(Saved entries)
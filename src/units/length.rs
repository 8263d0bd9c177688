//! Lengths: metres inside the program, text with a unit in a plan.

use std::fmt;

/// A finite length in metres, zero or more.
#[derive(Debug, Clone, Copy, PartialEq, PartialOrd)]
pub struct Metres(f64);

impl Metres {
    /// Builds a length; `None` when it is negative, infinite or not a number.
    pub fn new(value: f64) -> Option<Self> {
        (value.is_finite() && value >= 0.0).then_some(Self(value))
    }

    /// The length in metres.
    pub fn get(self) -> f64 {
        self.0
    }
}

/// A length as a plan states it, before the grid is known.
#[derive(Debug, Clone, Copy, PartialEq)]
pub enum Length {
    /// Metres (kilometres and miles are converted on reading).
    Metres(Metres),
    /// A multiple of the grid's cell side.
    Cells(f64),
    /// Degrees of arc; only a cell size on a longitude/latitude grid.
    Degrees(f64),
}

impl Length {
    /// What a bare number or a wrong unit is answered with.
    pub const EXPECTED: &'static str =
        "a length is text with a unit, such as \"250 m\", \"1.5 km\" or \"2 cells\"";

    /// Reads `"250 m"`, `"1.5 km"`, `"2 cells"`, `"0.01 deg"`.
    ///
    /// ```
    /// use trodden::units::Length;
    /// assert_eq!(Length::parse("1.5 km"), Length::parse("1500 m"));
    /// assert!(Length::parse("1500").unwrap_err().contains("has no unit"));
    /// ```
    ///
    /// # Errors
    /// The words to show when the text is no such length.
    pub fn parse(text: &str) -> Result<Self, String> {
        let text = text.trim();
        let split = text
            .find(|c: char| c.is_alphabetic() && c != 'e' && c != 'E' || c.is_whitespace())
            .unwrap_or(text.len());
        let (number, unit) = text.split_at(split);
        let value: f64 =
            number.trim().parse().map_err(|_| format!("`{text}` is no length: {}", Self::EXPECTED))?;
        if !value.is_finite() || value < 0.0 {
            return Err(format!("`{text}` is no length: it must be finite and not negative"));
        }
        let metres = |factor: f64| Ok(Self::Metres(Metres(value * factor)));
        match unit.trim() {
            "m" => metres(1.0),
            "km" => metres(1000.0),
            "cell" | "cells" => Ok(Self::Cells(value)),
            "deg" => Ok(Self::Degrees(value)),
            "" => Err(format!("`{text}` has no unit: {}", Self::EXPECTED)),
            other => Err(format!("`{other}` is no unit of length: {}", Self::EXPECTED)),
        }
    }

    /// The bare number, whatever its unit.
    pub fn number(self) -> f64 {
        match self {
            Self::Metres(m) => m.0,
            Self::Cells(v) | Self::Degrees(v) => v,
        }
    }

    /// The length in metres on a grid whose cell side is `cell`; `None` for degrees.
    pub fn metres(self, cell: Metres) -> Option<Metres> {
        match self {
            Self::Metres(m) => Some(m),
            Self::Cells(n) => Metres::new(n * cell.0),
            Self::Degrees(_) => None,
        }
    }
}

impl fmt::Display for Metres {
    fn fmt(&self, f: &mut fmt::Formatter<'_>) -> fmt::Result {
        if self.0 >= 1000.0 {
            write!(f, "{} km", trim(self.0 / 1000.0))
        } else {
            write!(f, "{} m", trim(self.0))
        }
    }
}

impl fmt::Display for Length {
    fn fmt(&self, f: &mut fmt::Formatter<'_>) -> fmt::Result {
        match self {
            Self::Metres(m) => m.fmt(f),
            Self::Cells(n) => write!(f, "{n} cells"),
            Self::Degrees(d) => write!(f, "{d} deg"),
        }
    }
}

/// Four significant digits without trailing zeros.
fn trim(value: f64) -> String {
    if value == 0.0 {
        return "0".into();
    }
    let digits = (3.0 - libm::log10(value.abs()).floor()).clamp(0.0, 9.0) as usize;
    let text = format!("{value:.digits$}");
    if text.contains('.') { text.trim_end_matches('0').trim_end_matches('.').into() } else { text }
}

#[cfg(test)]
mod tests {
    use super::*;

    #[test]
    fn reads_units() {
        let m = |v| Ok(Length::Metres(Metres(v)));
        assert_eq!(Length::parse("250 m"), m(250.0));
        assert_eq!(Length::parse("1.5 km"), m(1500.0));
        assert_eq!(Length::parse("1e3m"), m(1000.0));
        assert_eq!(Length::parse("2 cells"), Ok(Length::Cells(2.0)));
        assert_eq!(Length::parse("0.01 deg"), Ok(Length::Degrees(0.01)));
        for bad in ["12", "", "km", "-3 km", "3 miles", "nan m", "inf m", "1,5 km"] {
            assert!(Length::parse(bad).is_err(), "{bad}");
        }
    }

    #[test]
    fn shows_short_numbers() {
        assert_eq!(Metres(1500.0).to_string(), "1.5 km");
        assert_eq!(Metres(12_345.6).to_string(), "12.35 km");
        assert_eq!(Metres(0.25).to_string(), "0.25 m");
        assert_eq!(Metres(0.0).to_string(), "0 m");
    }
}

Task description: If a line in the entries contains the word "else", copy that line out.

Response:
        } else {
    if text.contains('.') { text.trim_end_matches('0').trim_end_matches('.').into() } else { text }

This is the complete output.